This was hardly surprising, for profiles of Natasha Richardson – "Tash" to her friends – tended to define her by a web of family relationships: she was the granddaughter of Sir Michael Redgrave and Rachel Kempson; the daughter of Tony Richardson and Vanessa Redgrave; the niece of Corin and Lynn Redgrave; the cousin of Jemma Redgrave; the sister of Joely Richardson; the ex-wife of the producer Robert Fox (brother of James and Edward); and finally the wife of Liam Neeson.
It was fortunate, of course, that acting was not only in her blood but that she was also good at it. She began her career in earnest after winning a bit-part as a "young whore" in the 1984 television series Ellis Island, and won the London Drama Critics' award for most promising newcomer for her 1985 West End debut as Nina in Chekhov's Seagull, in which her mother played Nina's mother, Arkadina.
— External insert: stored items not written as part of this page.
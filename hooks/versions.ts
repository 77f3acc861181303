/** One version of a set: its way through the review, what is said of it, and its files for download. */
import { queryOptions, useMutation, useQuery, useQueryClient } from '@tanstack/react-query';
import type { AuditEntry } from '@/shared/contracts/accounts';
import type { Page } from '@/shared/contracts/common';
import type { ExportFormat } from '@/shared/contracts/exports';
import type {
  ParameterSetDetail,
  ParameterSetPatch,
  ParameterSetVersion,
  ReviewReleaseInput,
  ReviewReturn,
  VersionPatch,
} from '@/shared/contracts/parameter-sets';
import type { CommentCreate, VersionComment } from '@/shared/contracts/version-reviews';
import { api, downloadUrl } from './api';
import { setKeys } from './parameter-sets';

/** Which version of which set. */
export interface VersionRef {
  setId: string;
  number: number;
}

const path = ({ setId, number }: VersionRef) => `/parameter-sets/${setId}/versions/${number}`;

export const versionKeys = {
  comments: ({ setId, number }: VersionRef) => ['parameter-sets', 'comments', setId, number] as const,
  history: ({ setId, number }: VersionRef) => ['parameter-sets', 'history', setId, number] as const,
};

/** Oldest first. */
export const useComments = (of: VersionRef) =>
  useQuery(
    queryOptions({
      queryKey: versionKeys.comments(of),
      queryFn: ({ signal }) => api<Page<VersionComment>>(`${path(of)}/comments`, { signal }),
    }),
  );

/** Oldest first. */
export const useVersionHistory = (of: VersionRef) =>
  useQuery(
    queryOptions({
      queryKey: versionKeys.history(of),
      queryFn: ({ signal }) => api<Page<AuditEntry>>(`${path(of)}/history`, { signal }),
    }),
  );

/** A request about a version; all that is known of sets is asked for again after it. */
function useVersionAction<I, O>(request: (input: I) => Promise<O>) {
  const client = useQueryClient();
  return useMutation({
    mutationFn: request,
    // Also after a refusal: somebody else may have been quicker.
    onSettled: () => client.invalidateQueries({ queryKey: setKeys.all }),
  });
}

const send = <O>(to: string, body?: unknown, method: 'POST' | 'PATCH' | 'DELETE' = 'POST') =>
  api<O>(to, { method, ...(body === undefined ? {} : { body }) });

export const useSubmitVersion = (of: VersionRef) =>
  useVersionAction<void, ParameterSetVersion>(() => send(`${path(of)}/submit`));
export const useReturnVersion = (of: VersionRef) =>
  useVersionAction<ReviewReturn, ParameterSetVersion>((body) => send(`${path(of)}/return`, body));
export const useReleaseVersion = (of: VersionRef) =>
  useVersionAction<ReviewReleaseInput, ParameterSetVersion>((body) => send(`${path(of)}/release`, body));
/** A new draft that begins as a copy. */
export const useReviseVersion = (of: VersionRef) =>
  useVersionAction<void, ParameterSetVersion>(() => send(`${path(of)}/revise`, {}));
export const usePatchVersion = (of: VersionRef) =>
  useVersionAction<VersionPatch, ParameterSetVersion>((body) => send(path(of), body, 'PATCH'));
export const useDiscardVersion = (of: VersionRef) =>
  useVersionAction<void, void>(() => send(path(of), undefined, 'DELETE'));
export const usePatchSet = (setId: string) =>
  useVersionAction<ParameterSetPatch, ParameterSetDetail>((body) =>
    send(`/parameter-sets/${setId}`, body, 'PATCH'),
  );
export const useAddComment = (of: VersionRef) =>
  useVersionAction<CommentCreate, VersionComment>((body) => send(`${path(of)}/comments`, body));

/** Address of the version as a file. */
export const exportUrl = (of: VersionRef, format: ExportFormat): string =>
  downloadUrl(`${path(of)}/export`, { format });

/** Address of what is released for a vehicle. */
export const releasedSetUrl = (vehicleId: string, format: ExportFormat): string =>
  downloadUrl(`/vehicles/${vehicleId}/released-set`, { format });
She graduated to the screen as Mary Shelley in Ken Russell's Gothic (1986), a journey through a highly sexual garden of horrors, then progressed to big American feature films such as Patty Hearst (1988) and The Comfort of Strangers (1990) before moving to Broadway. In 1998 her performance in Sam Mendes's Broadway production of Cabaret scooped the Tony, the Outer Critics' Circle and the Drama Desk awards for best actress.
Tall and elegant with large, myopic green eyes and a deep, smoky voice (likened by one writer to "a caress of honey and iron filings"), Natasha Richardson could come over as an intimidating beauty. Yet interviewers quickly found that she was unaffected, intelligent and warm, and that her confidence as an actress belied deep personal insecurities.
She appeared to be so haunted by the family name that she upped sticks from London to New York in the early 1990s, and she often expressed the hope that neither of her two children by Liam Neeson would follow their parents into acting. Yet it is hard to resist the conclusion that she was not so much trying to escape an inherited burden of expectations as to place a distance between herself and the legacy of her upbringing.
Natasha Jane Richardson was born in London on May 11 1963 and landed her first role at the age of four, when she played her mother's bridesmaid in The Charge of the Light Brigade, directed by her father. But life at home was far from idyllic. When she was three, and her sister Joely one, their parents divorced. Later she recalled thinking that if she saved up all her pocket money and sent her mother red roses from her father, it would get them back together again. After the split the two girls spent school holidays between their mother's semi-detached London home and Le Nid du Duc, their father's rambling estate in Provence.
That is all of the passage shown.